When hip-hop producer Timbaland introduced TaTa, the first AI “artist” signed to his label, it raised standard questions about creativity and the role of machines in art. But TaTa isn’t just a tool or a bot—she’s simultaneously the art and the artist, a recursive synthesis of past and present art/artists trained on archives of human expression. While hip-hop was born from sampling and remixing, sharing and (occasionally) stealing, artificial pop—or “A-pop,” as Timbaland is calling it—pushes this tradition to an extreme where intent, originality and authorship become difficult to identify.
This is just the kind of situation French literary theorist Roland Barthes seemed to anticipate in 1967 when he announced “The Death of the Author.” Barthes argued that the artist should not be viewed as the sole creator of a work’s meaning; rather, some control is relinquished to the reader, listener or viewer to co-create meaning. But how does this relationship apply if the artist isn’t human? Perhaps the art of listening must include considering the artist as an essential part of the art, and since we, as the listeners, are the only human component of the equation, we must declare that AI-generated slop does not count as part of the human conception of art. The founder of the AI tool Suno (TaTa’s digital parent), however, insists that artists of tomorrow “won’t just be human, they’ll be [fully autonomous] IP, code, and robotics.” Either we give in to this redefinition, excluding ourselves from our own creations and allowing art to become a posthuman construct—or we redefine what it means to make art, taking care to make ourselves indispensable.
Defining Art
The more we remove ourselves from the process of art, the closer art comes to extinction. While art has been pronounced dead many times throughout history, each time philosophers have conducted a postmortem analysis, dissecting its constituent parts such as intentionality, perception, medium, form, content, emotion and symbolism. This time we might stitch these parts of art together using tools like TaTa to generate every permutation possible, but I suspect we’ll find that what gives art life is the human assertion that it is art.

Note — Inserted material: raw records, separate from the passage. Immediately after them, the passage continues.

/// Characters of a long line shown on each side of what a diagnostic marks;
/// the rest of the line becomes `…`.
pub const WINDOW_CHARS: usize = 80;
/// Lines up to this many characters are shown whole.
const WHOLE_LINE_CHARS: usize = 2 * WINDOW_CHARS;
/// Diagnostics drawn with their snippet; the rest are counted in one line
/// (the JSON and SARIF reports list every one).
pub const MAX_SHOWN: usize = 100;
/// Lines shown before and after a marked line.
const CONTEXT_LINES: usize = 1;

/// How the terminal report is drawn.
#[derive(Clone, Copy, Debug)]
pub struct HumanStyle {
    /// Whether to colour it with terminal escape codes.
    pub color: bool,
    /// The width to wrap it to, in terminal columns.
    pub width: usize,
}

impl Default for HumanStyle {
    fn default() -> Self {
        HumanStyle {
            color: false,
            width: 100,
        }
    }
}

#[derive(Debug)]
struct Report {
    message: String,
    code: Option<String>,
    severity: miette::Severity,
    help: Option<String>,
    labels: Vec<LabeledSpan>,
    source: Excerpt,
}

impl fmt::Display for Report {
    fn fmt(&self, f: &mut fmt::Formatter<'_>) -> fmt::Result {
        f.write_str(&self.message)
    }
}

impl std::error::Error for Report {}

impl Diagnostic for Report {
    fn code<'a>(&'a self) -> Option<Box<dyn fmt::Display + 'a>> {
        self.code
            .as_ref()
            .map(|c| Box::new(c) as Box<dyn fmt::Display>)
    }
    fn severity(&self) -> Option<miette::Severity> {
        Some(self.severity)
    }
    fn help<'a>(&'a self) -> Option<Box<dyn fmt::Display + 'a>> {
        self.help
            .as_ref()
            .map(|h| Box::new(h) as Box<dyn fmt::Display>)
    }
    fn source_code(&self) -> Option<&dyn miette::SourceCode> {
        Some(&self.source)
    }
    fn labels(&self) -> Option<Box<dyn Iterator<Item = LabeledSpan> + '_>> {
        Some(Box::new(self.labels.iter().cloned()))
    }
}

/// What a diagnostic shows of its source: the marked lines and their
/// neighbours, each long line cut to a window around its marks and every
/// unsafe character escaped, so that neither a one-line plan of megabytes nor
/// control codes in it reach the terminal. Spans are given to `miette` in the
/// excerpt's own offsets; it reads them back through `SourceCode` with the
/// source's real line numbers and columns.
#[derive(Debug)]
struct Excerpt {
    name: String,
    blocks: Vec<Block>,
}

/// A run of consecutive source lines.
#[derive(Debug)]
struct Block {
    /// Offset of the block's text in the excerpt's offsets.
    base: usize,
    /// 0-based source line of the block's first line.
    first_line: usize,
    text: String,
    lines: Vec<ShownLine>,
}

#[derive(Debug)]
struct ShownLine {
    /// Byte offset of the line in the block's text.
    start: usize,
    /// Source column (0-based, in characters) of the first character shown.
    first_column: usize,
    /// Source byte offsets of the shown characters' boundaries and the
    /// matching block offsets, in order: entry `i` is `i` characters into
    /// the window.
    map: Vec<(usize, usize)>,
}

impl ShownLine {
    /// The block offset of a source offset, clamped into the shown window.
    fn place(&self, offset: usize) -> usize {
        let i = self.map.partition_point(|&(source, _)| source < offset);
        self.map[i.min(self.map.len() - 1)].1
    }
}

/// A mark to draw: a span and its label.
struct Mark {
    span: Span,
    label: Option<String>,
    primary: bool,
}

impl Excerpt {
    /// The excerpt for the marks that point into `source`, with the marks'
    /// labelled spans in its offsets.
    fn new(sources: &Sources, source: SourceId, marks: &[Mark]) -> (Excerpt, Vec<LabeledSpan>) {
        let text: &str = sources.text(source);
        let index = sources.lines(source);
        let last_line = index.count() - 1;
        // Each mark kept to its first line.
        let marks: Vec<(usize, usize, usize, &Mark)> = marks
            .iter()
            .filter(|m| m.span.source == source)
            .map(|m| {
                let start = floor_char_boundary(text, m.span.start);
                let line = index.line_of(start);
                let range = index.line_range(text, line);
                let start = start.min(range.end);
                let end = floor_char_boundary(text, m.span.end).clamp(start, range.end);
                (line, start, end, m)
            })
            .collect();
        let mut runs: Vec<(usize, usize)> = marks
            .iter()
            .map(|&(line, ..)| {
                (
                    line.saturating_sub(CONTEXT_LINES),
                    (line + CONTEXT_LINES).min(last_line),
                )
            })
            .collect();
        runs.sort_unstable();
        let mut merged: Vec<(usize, usize)> = Vec::new();
        for (first, last) in runs {
            match merged.last_mut() {
                Some(run) if first <= run.1 + 1 => run.1 = run.1.max(last),
                _ => merged.push((first, last)),
            }
        }
        let mut blocks = Vec::new();
        let mut base = 0;
        for (first, last) in merged {
            let mut block = Block {
                base,
                first_line: first,
                text: String::new(),
                lines: Vec::new(),
            };
            for line in first..=last {
                if line > first {
                    block.text.push('\n');
                }
                let range = index.line_range(text, line);
                let on_line = marks.iter().filter(|m| m.0 == line);
                let anchor = on_line.clone().map(|m| (m.1, m.2)).min();
                let shown = show_line(text, range, anchor, block.text.len());
                block.text.push_str(&shown.1);
                block.lines.push(shown.0);
            }
            base += block.text.len() + 1;
            blocks.push(block);
        }
        let labels = marks
            .iter()
            .map(|&(line, start, end, mark)| {
                let block = blocks
                    .iter()
                    .find(|b| b.first_line <= line && line < b.first_line + b.lines.len())
                    .expect("every mark's line is in a block");
                let shown = &block.lines[line - block.first_line];
                let (start, end) = (shown.place(start), shown.place(end));
                let span = SourceSpan::from((block.base + start, end - start));
                if mark.primary {
                    LabeledSpan::new_primary_with_span(mark.label.clone(), span)
                } else {
                    LabeledSpan::new_with_span(mark.label.clone(), span)
                }
            })
            .collect();
        let excerpt = Excerpt {
            name: visible(sources.name(source)).into_owned(),
            blocks,
        };
        (excerpt, labels)
    }
}

/// One source line as shown: whole if short, else a window from
/// `WINDOW_CHARS` before the anchor (the first mark on it) to `WINDOW_CHARS`
/// after it (a long mark counts up to `WINDOW_CHARS`), with `…` where it is
/// cut; unsafe characters escaped.
fn show_line(
    text: &str,
    range: std::ops::Range<usize>,
    anchor: Option<(usize, usize)>,
    block_offset: usize,
) -> (ShownLine, String) {
    let line = &text[range.clone()];
    let short = line.len() <= 4 * WHOLE_LINE_CHARS && line.chars().count() <= WHOLE_LINE_CHARS;
    let (from, to) = if short {
        (range.start, range.end)
    } else {
        let (start, end) = anchor.unwrap_or((range.start, range.start));
        let from = back_chars(text, range.start, start, WINDOW_CHARS);
        let end = forward_chars(text, start, end.max(start), WINDOW_CHARS);
        (from, forward_chars(text, end, range.end, WINDOW_CHARS))
    };
    let mut shown = String::new();
    if from > range.start {
        shown.push('…');
    }
    let mut map = Vec::new();
    for (i, c) in text[from..to].char_indices() {
        map.push((from + i, block_offset + shown.len()));
        if is_unsafe_on_terminal(c) {
            shown.push_str(&format!("\\u{{{:x}}}", c as u32));
        } else {
            shown.push(c);
        }
    }
    map.push((to, block_offset + shown.len()));
    if to < range.end {
        shown.push('…');
    }
    let first_column = if from > range.start {
        text[range.start..from].chars().count()
    } else {
        0
    };
    let line = ShownLine {
        start: block_offset,
        first_column,
        map,
    };
    (line, shown)
}

/// The offset `count` characters before `offset`, not before `floor`.
fn back_chars(text: &str, floor: usize, offset: usize, count: usize) -> usize {
    text[floor..offset]
        .char_indices()
        .rev()
        .nth(count.saturating_sub(1))
        .map_or(floor, |(i, _)| floor + i)
}

/// The offset `count` characters after `offset`, not past `ceiling`.
fn forward_chars(text: &str, offset: usize, ceiling: usize, count: usize) -> usize {
    let offset = offset.min(ceiling);
    text[offset..ceiling]
        .char_indices()
        .nth(count)
        .map_or(ceiling, |(i, _)| offset + i)
}

impl SourceCode for Excerpt {
    fn read_span<'a>(
        &'a self,
        span: &SourceSpan,
        context_lines_before: usize,
        context_lines_after: usize,
    ) -> Result<Box<dyn SpanContents<'a> + 'a>, MietteError> {
        let block = self
            .blocks
            .iter()
            .rev()
            .find(|b| b.base <= span.offset())
            .ok_or(MietteError::OutOfBounds)?;
        let local = span.offset() - block.base;
        if local + span.len() > block.text.len() {
            return Err(MietteError::OutOfBounds);
        }
        let inner = block.text.as_str().read_span(
            &SourceSpan::from((local, span.len())),
            context_lines_before,
            context_lines_after,
        )?;
        let shown = &block.lines[inner.line().min(block.lines.len() - 1)];
        // `miette` counts a column in bytes of the shown text; the report
        // counts characters of the source line.
        let at = shown.start + inner.column();
        let column = shown.first_column
            + shown
                .map
                .partition_point(|&(_, b)| b < at)
                .min(shown.map.len() - 1);
        Ok(Box::new(MietteSpanContents::new_named(
            self.name.clone(),
            inner.data(),
            SourceSpan::from((inner.span().offset() + block.base, inner.span().len())),
            block.first_line + inner.line(),
            column,
            inner.line_count(),
        )))
    }
}

fn handler(style: HumanStyle) -> GraphicalReportHandler {
    let theme = if style.color {
        GraphicalTheme::unicode()
    } else {
        GraphicalTheme::unicode_nocolor()
    };
    GraphicalReportHandler::new_themed(theme)
        .with_width(style.width)
        .with_links(false)
}

fn render(report: &Report, style: HumanStyle, out: &mut String) {
    // Rendering into a String cannot fail; a formatting error would only drop
    // this one snippet, so fall back to the plain message.
    if handler(style).render_report(out, report).is_err() {
        out.push_str(&report.message);
        out.push('\n');
    }
}

/// The whole terminal report of a checked plan.
pub fn render_findings(
    sources: &Sources,
    plan_source: SourceId,
    findings: &[Finding],
    cautions: &[&str],
    style: HumanStyle,
) -> String {
    let mut out = String::new();
    let name = visible(sources.name(plan_source)).into_owned();
    for finding in findings.iter().take(MAX_SHOWN) {
        let (line, _) = sources.line_column(finding.span);
        let mut marks = vec![Mark {
            span: finding.span,
            label: Some(format!("line {line}")),
            primary: true,
        }];
        marks.extend(finding.labels.iter().map(|(span, text)| Mark {
            span: *span,
            label: Some(visible(text).into_owned()),
            primary: false,
        }));
        // Findings point into the plan; labels elsewhere are not drawn.
        let (source, labels) = Excerpt::new(sources, plan_source, &marks);
        let report = Report {
            message: visible(&finding.message).into_owned(),
            code: Some(finding.rule.to_string()),
            severity: match finding.severity {
                Severity::Error => miette::Severity::Error,
                Severity::Warning => miette::Severity::Warning,
                Severity::Note => miette::Severity::Advice,
            },
            help: finding.help.as_deref().map(|h| visible(h).into_owned()),
            labels,
            source,
        };
        render(&report, style, &mut out);
        out.push('\n');
    }
    out.push_str(&more_line(findings.len(), "finding"));
    let summary = Summary::of(findings);
    out.push_str(&format!("{name}: {}\n", summary.line()));
    if !cautions.is_empty() {
        out.push_str("\nBefore you power on:\n");
        for caution in cautions {
            out.push_str(&wrap_bullet(caution, style.width));
        }
    }
    out
}

/// "… and N more" once more than `MAX_SHOWN` diagnostics were found.
fn more_line(total: usize, what: &str) -> String {
    if total <= MAX_SHOWN {
        return String::new();
    }
    let more = total - MAX_SHOWN;
    format!(
        "… and {more} more {what}{} not shown here (`--format json` lists every one)\n\n",
        if more == 1 { "" } else { "s" }
    )
}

John Dewey, a pallbearer for art’s recurring funeral, conceded in his 1934 work “Art as Experience” that machines might do a better job of “mere perfection in execution,” but that human emotion is the “moving and cementing force” in art. Human emotion “selects what is congruous and dyes what is selected with its color,” binding artists and their experience into something that conveys meaning to both the artist and the observer. Dewey breaks down all the components of art, concluding that what makes art is not its components or its structure, but its lived-ness.